1. A main body equipped with a lifting unit that generates lift, and capable of flying through the air by the lifting unit, The screen and, A suspension section for suspending the screen from the main body, It comprises a projection unit connected to the main body and for projecting an image onto the screen, The display system is characterized in that the screen is a sheet-type screen positioned vertically below the lifting portion with its surface inclined with respect to the vertical direction, or the suspension portion is sheet-like and positioned vertically below the lifting portion with its surface inclined with respect to the vertical direction.

2. The display system according to claim 1, wherein the screen is a sheet-type screen, and its surface is arranged vertically below the lifting portion with an inclination to the vertical direction.

3. The display system according to claim 1, wherein the suspension portion is in the form of a sheet and is positioned vertically below the lifting portion with its surface inclined with respect to the vertical direction.

4. The display system according to claim 2, wherein the screen is positioned on the back side opposite to the screen surface on which the image is displayed, so as to receive the downward airflow generated by the lifting unit and be biased in a direction away from the main body in the horizontal plane.

5. Multiple lifting units are provided, The display system according to claim 4, wherein the screens are a plurality of screens, and the plurality of screens are arranged vertically below any of the plurality of lifting units, and are arranged in a position that is rotationally symmetric with respect to the central axis when the vertical axis passing through the center of the main body in the horizontal plane is the central axis, so that their relative positions remain unchanged.

6. The display system according to claim 5, further comprising a stabilizing plate positioned at an inclination with respect to the vertical direction between the vertically lower ends of the plate-shaped, rotationally symmetrically arranged screens, which receives the downward airflow generated by the lifting portion on the plate surface and is biased in a direction away from the main body on the horizontal plane.

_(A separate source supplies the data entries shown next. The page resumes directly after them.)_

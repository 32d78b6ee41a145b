"""The hand formula that belongs to each pole: 1/b1 for the dominant one, b1/b2 for the next, f0 and Q for a pair.

A node's own 1/(2πRC) is not a pole: the capacitances act on each other, and the second pole of a split pair lies
far above (or, with several time constants in a loop, does not exist). Below mid-band the same holds with 1/s:
a1 for the highest of the low poles, a2/a1 for the next.

Source: Gray, Hurst, Lewis and Meyer, Analysis and Design of Analog Integrated Circuits, 5th ed. (2009), sec. 7.3 and
9.4 (pole splitting); Cochrun and Grabel, IEEE Trans. Circuit Theory CT-20(1), 1973 (b1 and b2 from time constants).
"""

from __future__ import annotations

import math

import numpy as np
from msgspec import Struct
from msgspec.structs import replace

from tauledger.hand.combine import Coefficients, Complex
from tauledger.quantity import percent

# Two real poles are told apart by 1/b1 and b1/b2 from b1²/b2 > 10 on (a ratio of 8); below, the quadratic is solved.
SEPARATED = 10.0
THIRD_FAR = 4.0
MISSES = 0.2
MISSES_BY_HALF = 0.5


class HandPole(Struct, frozen=True):
    """One pole, of a complex pair the one above the axis, with what paper says of it.

    pole: exact, rad/s. hz: |p|/2π by hand, None where no formula of two coefficients reaches it. formula: as written
    on paper, empty where there is none. q: Q by hand, of a pair.
    """

    pole: complex
    hz: float | None
    formula: str
    q: float | None = None


def hand_poles(
    poles: Complex,
    cancelled: Complex,
    *,
    midband_hz: float,
    upper: Coefficients | None,
    lower: Coefficients | None,
) -> tuple[HandPole, ...]:
    """Give every pole of the full network with the formula that belongs to it, in the order of `poles`.

    poles: rad/s (n,), both members of each pair. cancelled: those of them with a zero on top, rad/s (k,): no formula.
    Poles above mid-band belong to `upper` (b1 in s, b2 in s²), the others to `lower` (a1 in rad/s, a2 in (rad/s)²).
    """
    hidden = {complex(pole) for pole in cancelled}
    # one at the origin is a node that nothing holds at DC, and has no formula
    seen = [complex(pole) for pole in poles if pole.imag >= 0 and pole != 0.0 and complex(pole) not in hidden]
    edge = 2 * math.pi * midband_hz
    above = sorted((pole for pole in seen if abs(pole) > edge), key=abs)
    below = sorted((pole for pole in seen if abs(pole) <= edge), key=abs, reverse=True)
    told = {
        **_kept(above[:1], _upper(above, upper)),
        **_kept(below[:1], _lower(below, lower)),
    }
    return tuple(told.get(complex(pole), HandPole(complex(pole), None, "")) for pole in poles if pole.imag >= 0)


def pair_frequency_and_q(pole: complex) -> tuple[float, float]:
    """Give f0 = |p|/2π in Hz and Q = |p| / (−2·Re p) of the pair that `pole` (rad/s) belongs to."""
    return abs(pole) / (2 * math.pi), abs(pole) / (-2 * pole.real) if pole.real else math.inf


def _kept(dominant: list[complex], told: dict[complex, HandPole]) -> dict[complex, HandPole]:
    """Leave out a formula that misses its pole by more than 20 %; up to 50 % the dominant one keeps it, and says so."""
    kept: dict[complex, HandPole] = {}
    for pole, by_hand in told.items():
        off = 0.0 if by_hand.hz is None else by_hand.hz * 2 * math.pi / abs(pole) - 1.0
        if abs(off) <= MISSES:
            kept[pole] = by_hand
        elif pole in dominant and abs(off) <= MISSES_BY_HALF:
            kept[pole] = replace(by_hand, formula=f"{by_hand.formula}, {percent(off)} off")
    return kept


def _upper(poles: list[complex], pair: Coefficients | None) -> dict[complex, HandPole]:
    if pair is None or not poles or pair.b1 <= 0:
        return {}
    return {
        pole: HandPole(pole, omega / (2 * math.pi), formula, q)
        for pole, (omega, formula, q) in zip(
            poles, _formulas(poles, pair, "b1", "b2", "1/(2π·b1)", "b1/(2π·b2)"), strict=False
        )
    }


def _lower(poles: list[complex], pair: Coefficients | None) -> dict[complex, HandPole]:
    if pair is None or not poles or pair.b1 <= 0:
        return {}
    return {
        pole: HandPole(pole, 1 / omega / (2 * math.pi), formula, q)
        for pole, (omega, formula, q) in zip(
            poles, _formulas(poles, pair, "a1", "a2", "a1/2π", "a2/(2π·a1)"), strict=False
        )
    }


def _formulas(
    poles: list[complex], pair: Coefficients, first: str, second: str, dominant: str, next_one: str
) -> list[tuple[float, str, float | None]]:
    """Give (ω, formula, Q) for the first one or two of `poles`; for a lower edge ω is that of 1/s."""
    root = f"1/(2π·√{second})" if first == "b1" else f"√{second}/2π"
    if poles[0].imag:
        q = pair.q
        if q is None or q <= 0.5:
            return []
        ratio = f"Q = √{second}/{first} = {q:.3g}"
        return [(1 / math.sqrt(pair.b2), f"f0 = {root}, {ratio}", q)]
    if len(poles) == 1 or pair.b2 <= 0 or poles[1].imag:
        return [(1 / pair.b1, dominant, None)]
    if pair.separation > SEPARATED:
        found: list[tuple[float, str, float | None]] = [
            (1 / pair.b1, dominant, None),
            (pair.b1 / pair.b2, next_one, None),
        ]
    elif pair.separation < 4:
        # several real poles close together: two coefficients would make them a pair, and neither formula holds
        return []
    else:
        low, high = np.sort(np.abs(np.roots([pair.b2, pair.b1, 1.0])))
        quadratic = f"root of 1 + {first}·s + {second}·s²" if first == "b1" else f"root of s² + {first}·s + {second}"
        found = [(float(low), quadratic, None), (float(high), quadratic, None)]
    # two coefficients hold two poles: with a third near the second they give their sum, and belong to neither
    crowded = len(poles) > 2 and max(abs(poles[2] / poles[1]), abs(poles[1] / poles[2])) < THIRD_FAR
    return found[:1] if crowded else found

7. The display system according to claim 2, wherein the length of the suspension portion is variable.

8. The display system according to claim 2, wherein the angle of the surface with respect to the vertical direction is variable.

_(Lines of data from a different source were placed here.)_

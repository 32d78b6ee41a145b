"""`.options`: which words change the result, which are read past, and which are refused."""

from __future__ import annotations

from tauledger.circuit import fold
from tauledger.netlist.diagnostics import Site
from tauledger.netlist.items import Item, Setting, Word, flattened
from tauledger.netlist.numbers import read_number

EFFECTIVE = frozenset({"temp", "tnom", "gmin"})

REFUSED = {
    "scale": "it scales the sizes of devices",
    "rshunt": "it puts a resistor from every node to ground",
    "cshunt": "it puts a capacitor from every node to ground",
    "rseries": "it puts a resistor in series with every inductor",
}


def option_settings(site: Site, items: tuple[Item, ...]) -> tuple[Setting, ...]:
    """Give the options of a card; `key value` counts as `key=value`, a lone word is a flag (its value is the word).

    Raises NetlistError for an option that would change the result and is not supported.
    """
    settings: list[Setting] = []
    for item in flattened(items[1:]):
        if isinstance(item, Setting):
            settings.append(item)
        elif isinstance(item, Word) and read_number(item.text) is None:
            settings.append(Setting(item, item))
        elif settings and settings[-1].value is settings[-1].name:
            settings[-1] = Setting(settings[-1].name, item)
        else:
            raise site.fault(item, "the name of an option is expected here", "write .options name=value")
    for setting in settings:
        name = fold(setting.name.text)
        if name in REFUSED:
            message = f"option {name} is not supported by this version: {REFUSED[name]}"
            raise site.fault(setting.name, message)
        if name in EFFECTIVE and setting.value is setting.name:
            raise site.fault(setting.name, f"option {name} needs a value", f"write {name}=value")
    return tuple(settings)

9. The display system according to claim 2, wherein the screen has a shape that is the side surface of a frustocone, where the diameter of the upper vertical surface is greater than the diameter of the lower vertical surface.

10. The display system according to claim 2, wherein the screen is positioned on the back side opposite to the screen surface on which the image is displayed, so as to receive the downward airflow generated by the lifting unit and be biased toward the main body in the horizontal plane.

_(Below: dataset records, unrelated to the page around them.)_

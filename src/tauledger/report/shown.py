"""What of the responses is shown: the frequencies around the band, and phases counted from the same turn."""

from __future__ import annotations

import math

from msgspec import Struct

from tauledger.record import Curves, Review, known_hz

BEYOND = 300.0
FAR_BELOW = 1e4
# So much beyond f_u where the report is about unity gain.
BEYOND_UNITY = 10.0
# The phase of a line runs on without end; this much of it, from mid-band, is about the band.
MOST_DEG = 900.0


class ShownCurve(Struct, frozen=True):
    """One response at the frequencies that are shown: its colour's name, how it is called, dB and degrees (k,)."""

    name: str
    label: str
    magnitude_db: tuple[float, ...]
    phase_deg: tuple[float, ...]


class Shown(Struct, frozen=True):
    """The frequencies that are shown (k,) in Hz with the responses, and the ends of their axis."""

    first_hz: float
    last_hz: float
    frequency_hz: tuple[float, ...]
    curves: tuple[ShownCurve, ...]


def shown(review: Review, *, exact: bool = False) -> Shown | None:
    """Give what is shown; None where there are no curves.

    exact: the exact response too; else only where nothing was simulated, for the two lie on each other.
    """
    curves = review.curves
    if curves is None or len(curves.frequency_hz) < 2:
        return None
    first, last = _range(review, curves)
    at = [k for k, f in enumerate(curves.frequency_hz) if first <= f <= last]
    exact_db = curves.exact_db if exact or curves.simulated_db is None else None
    rows = (
        ("hand", "by hand, a pole for each node", curves.hand_db, curves.hand_deg),
        ("exact", "exact", exact_db, curves.exact_deg),
        ("simulated", "simulated", curves.simulated_db, curves.simulated_deg),
    )
    middle = nearest(curves.frequency_hz, review.midband.frequency_hz)
    found = []
    for name, label, magnitude, phase in rows:
        if magnitude is not None and phase is not None:
            turns = turns_deg(review, phase[middle])
            found.append(ShownCurve(name, label, tuple(magnitude[k] for k in at), tuple(phase[k] + turns for k in at)))
    return Shown(first, last, tuple(curves.frequency_hz[k] for k in at), tuple(found))


def turns_deg(review: Review, at_midband_deg: float) -> float:
    """Give the whole turns, in degrees, by which a phase comes to that of the mid-band gain."""
    return 360.0 * round((midband_deg(review) - at_midband_deg) / 360.0)


def midband_deg(review: Review) -> float:
    """Give the phase of the mid-band gain, from -180 to 180 degrees."""
    return math.degrees(math.atan2(review.midband.gain_imag, review.midband.gain_real))


def nearest(frequency_hz: tuple[float, ...], hz: float) -> int:
    """Give the place of the frequency next to `hz`; of the first one for DC."""
    wanted = hz or frequency_hz[0]
    return min(range(len(frequency_hz)), key=lambda k: abs(math.log(frequency_hz[k] / wanted)))


def unity_shown(review: Review) -> bool:
    """Whether the report has a section on unity gain."""
    return review.f_unity is not None and bool(review.f_unity.elements)


def unity_hz(review: Review) -> float | None:
    """Give the unity gain frequency where the report has a section on it."""
    return known_hz(review.f_unity) if unity_shown(review) else None


def edge_places(review: Review) -> list[tuple[str, float]]:
    """Give the band edges by name in Hz, simulated ones where there are."""
    places = []
    for name, edge in (("f_L", review.f_low), ("f_H", review.f_high)):
        hz = known_hz(edge)
        if hz is not None:
            places.append((name, hz))
    return places


def _range(review: Review, curves: Curves) -> tuple[float, float]:
    """Show the band with room around it rather than every decade of the sweep."""
    first, last = curves.frequency_hz[0], curves.frequency_hz[-1]
    places = dict(edge_places(review))
    if "f_L" in places:
        first = max(first, places["f_L"] / BEYOND)
    elif "f_H" in places:
        first = max(first, places["f_H"] / FAR_BELOW)
    if "f_H" in places:
        last = min(last, places["f_H"] * BEYOND)
    f_u = unity_hz(review)
    if f_u is not None:
        last = min(max(last, BEYOND_UNITY * f_u), curves.frequency_hz[-1])
    return (first, last) if first < last else (curves.frequency_hz[0], curves.frequency_hz[-1])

11. The display system according to claim 10, wherein the projection unit is positioned vertically below the screen.

12. The display system according to claim 10, wherein a reflector that reflects projected light from the projection unit is positioned vertically below the screen.

13. The aforementioned suspension part is a light-shielding plate. The display system according to claim 3, wherein the light-shielding plate is inclined with respect to the vertical direction so as to receive a downward airflow generated by the lifting portion on the plate surface and biased toward the main body portion in the horizontal plane.

14. Mooring points located on the ground, The display system according to claim 1, further comprising a fixing string connecting the mooring portion and the lower part of the screen.

15. The display system according to claim 14, wherein at least a portion of the fixing string is made of an elastic material.

16. The display system according to claim 15, wherein the fixing string connects both ends of the elastic body and includes a string-like non-elastic body that is longer than the elastic body.

17. The display system according to claim 14, wherein the mooring section is equipped with a reel mechanism for unwinding and winding the fixing rope.